Froth in the Chinese Stock Market
This article provides a few interesting anecdotes suggesting that the chinese stock market is short-term overbought and getting quite frothy:
China's stocks are the most expensive among the world's major markets after a rally that's drawn record numbers of investors. The number of brokerage accounts topped 99 million this year, with more than 300,000 opened daily. Students, pensioners and maids -- many with scant investment knowledge -- are among those who are using their savings and even living expenses to play the market, according to Chinese media reports.And more here, including:
About 10 percent of maids in Shanghai have resigned because they make more money trading shares, the government-run Eastday Web site reported on April 24, citing a local employment agency.
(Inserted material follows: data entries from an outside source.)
/**
 * The long run, in chunks of seeds: each in a thread that is watched, so that a hang is found and named too.
 *
 *   npx vite build --ssr tests/fuzz/run-fuzz.ts --outDir dist/fuzz
 *   node dist/fuzz/run-fuzz.js text 1 1000000
 *
 * Arguments: text or formats, the first seed, how many, and the folder of the corpus (of the folder it is run in).
 */
import { isMainThread, parentPort, Worker, workerData } from "node:worker_threads";
import { binariesIn, fuzzFormats } from "./format-fuzz.ts";
import { corpusIn, type Failure, fuzzText } from "./text-fuzz.ts";

interface Chunk {
  readonly kind: keyof typeof KINDS;
  readonly folder: string;
  readonly firstSeed: number;
  readonly count: number;
  /** The seed in hand. */
  readonly seedInHand: SharedArrayBuffer;
}

const KINDS = {
  text: { folder: "tests/corpus/files", chunk: 20_000 },
  // A fresh thread has a fresh copy of the libraries: one damaged file must not stand in for the next.
  formats: { folder: "tests/formats", chunk: 250 },
} as const;
const HANG_MS = 10_000;
const LOOK_MS = 500;
const TOLD_MS = 5_000;

/** What came of a chunk: how many inputs it got through, and what was wrong. */
interface Done {
  readonly count: number;
  readonly failures: readonly Failure[];
}

/** A chunk in a thread of its own; a seed that does not come to an end is a failure and ends the chunk there. */
function runChunk(chunk: Chunk): Promise<Done> {
  return new Promise((resolve, reject) => {
    const worker = new Worker(new URL(import.meta.url), { workerData: chunk });
    const inHand = new Int32Array(chunk.seedInHand);
    let [seed, sinceMs] = [0, performance.now()];
    const watch = setInterval(() => {
      const now = Atomics.load(inHand, 0);
      if (now !== seed) [seed, sinceMs] = [now, performance.now()];
      else if (performance.now() - sinceMs > HANG_MS) {
        clearInterval(watch);
        const done = { count: seed - chunk.firstSeed + 1, failures: [{ seed, what: "hangs" }] };
        void worker.terminate().then(() => resolve(done));
      }
    }, LOOK_MS);
    worker.once("message", (failures: readonly Failure[]) => {
      clearInterval(watch);
      resolve({ count: chunk.count, failures });
    });
    worker.once("error", (error) => {
      clearInterval(watch);
      reject(error);
    });
  });
}

async function runAll([kindText, firstText, countText, folderText]: readonly string[]): Promise<void> {
  const kind = kindText === "formats" ? "formats" : "text";
  const folder = folderText ?? KINDS[kind].folder;
  const [firstSeed, count] = [Number(firstText ?? 1), Number(countText ?? KINDS[kind].chunk)];
  const startMs = performance.now();
  let failureCount = 0;
  let toldMs = startMs;
  for (let done = 0; done < count; ) {
    const size = Math.min(KINDS[kind].chunk, count - done);
    const seedInHand = new SharedArrayBuffer(4);
    const chunk = await runChunk({ kind, folder, firstSeed: firstSeed + done, count: size, seedInHand });
    done += chunk.count;
    failureCount += chunk.failures.length;
    for (const { seed, what } of chunk.failures.slice(0, 20)) process.stdout.write(`seed ${seed}: ${what}\n`);
    const now = performance.now();
    if (now - toldMs < TOLD_MS && done < count) continue;
    toldMs = now;
    const perSecond = Math.round(done / ((now - startMs) / 1000));
    process.stdout.write(`${done} inputs, ${failureCount} failures, ${perSecond} a second\n`);
  }
  process.exitCode = failureCount === 0 ? 0 : 1;
}

if (isMainThread) await runAll(process.argv.slice(2));
else {
  const { kind, folder, firstSeed, count, seedInHand } = workerData as Chunk;
  const inHand = new Int32Array(seedInHand);
  const onSeed = (seed: number): void => void Atomics.store(inHand, 0, seed);
  const failures =
    kind === "text"
      ? fuzzText(corpusIn(folder), firstSeed, count, onSeed)
      : await fuzzFormats(binariesIn(folder), firstSeed, count, onSeed);
  parentPort!.postMessage(failures);
}
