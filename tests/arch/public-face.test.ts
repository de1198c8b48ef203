import { expect, it } from "vitest";
import * as layerhead from "../../src/index.ts";

it("exports these names and no others; adding one is a decision", () => {
  expect(Object.keys(layerhead).sort()).toEqual([
    "LEVELS_TABLE",
    "PROFILE_TABLE",
    "SUMMARY_TABLE",
    "ToolError",
    "VERSION",
    "addCasts",
    "csvText",
    "defaultBasis",
    "describeAtDepths",
    "emptySurvey",
    "isToolError",
    "levelsCsv",
    "profileCsv",
    "readCastFile",
    "solve",
    "solveCast",
    "summaryCsv",
    "surveyJson",
    "tableMetadata",
    "teos10",
    "waterAtPoints",
  ]);
});
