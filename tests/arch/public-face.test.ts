import { expect, it } from "vitest";
import * as layerhead from "../../src/index.ts";

it("exports these names and no others; adding one is a decision", () => {
  expect(Object.keys(layerhead).sort()).toEqual([
    "LEVELS_TABLE",
    "PROFILE_TABLE",
    "SUMMARY_TABLE",
    "ToolError",
    "VERSION",
    "addCasts",
    "csvText",
    "defaultBasis",
    "defaultPreparation",
    "describeAtDepths",
    "emptySurvey",
    "isToolError",
    "joinStations",
    "levelsCsv",
    "parseAnswers",
    "profileCsv",
    "readCastFile",
    "readFile",
    "readStationList",
    "shortcutCosts",
    "solve",
    "solveCast",
    "stratificationOf",
    "summaryCsv",
    "surveyJson",
    "tableMetadata",
    "teos10",
    "waterAtPoints",
  ]);
});
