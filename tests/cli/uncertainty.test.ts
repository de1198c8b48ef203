import { describe, expect, it } from "vitest";
import { run } from "../../src/cli/run.ts";
import { testHost } from "../support/test-host.ts";

const CAST = `depth_m,temperature_degC,practical_salinity
0.9,18,3
2,16,12
4,14,25
`;

const column = async (...args: readonly string[]) => {
  const { host, said } = testHost({ "a.csv": CAST });
  const status = await run(host, ["column", "a.csv", ...args]);
  return { status, ...said };
};

describe("layerhead column --uncertainty", () => {
  it("tells how far gauge and absolute pressure may be off, why at each level, and what would help", async () => {
    const { out, status } = await column("--latitude", "51.4", "--levels", "3,5", "--uncertainty");
    expect(status).toBe(0);
    expect(out).toMatchInlineSnapshot(`
      "a  (a.csv)
        51.4 deg N, 3 samples from 0.90 to 4.00 m
        TEOS-10, departure from 1025.000 kg/m3, air 101.325 kPa
        depth  temperature  salinity   density  sea pressure   gauge  absolute  gauge +-  absolute +-  departure  departure  departure
            m         degC         1     kg/m3          dbar     kPa       kPa  kPa, k=2     kPa, k=2        kPa          m          %
        0.000       18.000     3.000  1000.896        0.0000   0.000   101.325     0.000        2.000      0.000     0.0000          -  surface-gap
        0.900       18.000     3.000  1000.900        0.8839   8.839   110.164     0.015        2.000     -0.213    -0.0212     -2.408
        2.000       16.000    12.000  1008.144        1.9681  19.681   121.006     0.048        2.001     -0.434    -0.0431     -2.205
        3.000       15.006    18.500  1013.308        2.9598  29.598   130.923     0.420        2.044     -0.574    -0.0571     -1.939  level
        4.000       14.000    25.000  1018.496        3.9566  39.566   140.891     0.164        2.007     -0.663    -0.0659     -1.676
        5.000       14.000    25.000  1018.501        4.9559  49.559   150.884     0.432        2.046     -0.727    -0.0723     -1.467  level
        3 m: 29.598 +- 0.420 kPa (k = 2); depth of the level makes 90 % of it; the water between the samples 10 %
          would help most: depth of the level known twice as well (-43 %), one more sample at 2.50 m (-3 %)
        5 m: 49.559 +- 0.432 kPa (k = 2); depth of the level makes 85 % of it; the water between the samples 14 %
          would help most: depth of the level known twice as well (-40 %), one more sample at 3.00 m (-4 %)
      "
    `);
  });

  it("speaks of the bottom where there are no levels, and then not of a level's depth", async () => {
    const { out } = await column("--uncertainty");
    expect(out).toMatch(/^ {2}bottom: .* kPa \(k = 2\); /m);
    expect(out).not.toContain("depth of the level");
  });

  it("adds a cross-check that its seed repeats and another changes", async () => {
    const trials = ["--latitude", "51.4", "--levels", "3", "--monte-carlo", "20000"];
    const [first, again, other] = await Promise.all(
      ["7", "7", "8"].map(async (seed) => (await column(...trials, "--seed", seed)).out),
    );
    expect(first).toMatch(/Monte Carlo: mean \d+\.\d+ kPa, 95 % from .* agrees with the first-order/);
    expect(again).toBe(first);
    expect(other).not.toBe(first);
  });
});

describe("layerhead column --json", () => {
  it("has the uncertainty of every row, the budget of every level, and the trials that were asked for", async () => {
    const { out } = await column("--levels", "3,9", "--bed", "5", "--monte-carlo", "1000", "--json");
    const { casts, monte_carlo } = JSON.parse(out);
    expect(casts[0].profile.pressure_uncertainty_kPa).toHaveLength(5);
    const [budget, below] = casts[0].levels.uncertainty;
    expect(below).toBeNull();
    expect(casts[0].levels.pressure_uncertainty_kPa).toEqual([budget.combined_kPa, null]);
    expect(budget.expanded_kPa).toBe(2 * budget.combined_kPa);
    const shares = budget.contributors.map(({ share }: { share: number }) => share);
    expect(shares.reduce((sum: number, share: number) => sum + share, 0)).toBeCloseTo(1, 12);
    expect(shares).toEqual([...shares].sort((a, b) => b - a));
    expect(budget.sentence).toMatch(/ makes \d+ % of it/);
    expect(monte_carlo[0]).toMatchObject({ trials: 1000, seed: 1 });
    expect(monte_carlo[0].levels[0].standard_kPa / budget.combined_kPa).toBeGreaterThan(0.9);
    expect(monte_carlo[0].levels[1].mean_kPa).toBeNull();
  });
});

describe("layerhead column on wrong trials", () => {
  it.each([
    [["--seed", "3"], "--seed goes with --monte-carlo"],
    [["--monte-carlo", "10"], "--monte-carlo 10: expected a number from 100"],
    [["--monte-carlo", "1000.5"], "--monte-carlo 1000.5: expected a whole number"],
    [["--monte-carlo", "1000", "--seed", "x"], "--seed x: expected a number"],
  ])("%j is one line and exit 64", async (args, message) => {
    const { status, err } = await column(...args);
    expect(status).toBe(64);
    expect(err).toContain(message);
    expect(err.trim().split("\n")).toHaveLength(1);
  });
});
A Shanghai training company has set aside half an hour twice a day for employees to play the market, the Oriental Morning Post reported on May 17, without identifying the company.
When a friend whispered several stock tips to Yan Caigen last year, the investor snapped up 30,000 shares in one of them, a cement company. The reason: the stock's auspicious ticker code, 600881, which contains a double-eight.
"I believe good codes will bring good luck," says Mr. Yan, who parks himself most days in front of a trading screen at a Shanghai brokerage, Shenyin & Wanguo Securities Co. Indeed, shares in Jilin Yatai (Group) Co., the cement company he bought, promptly tripled, earning him about $50,000. Mr. Yan gives credit for the performance to the two "8s" in the stock's numeric ticker symbol, which he considers a lucky combination.
Part superstition and part self-fulfilling prophecy, numerology is a basic trading strategy in China. The philosophy reflects the widespread belief in Chinese society that numbers contain clues to good fortune.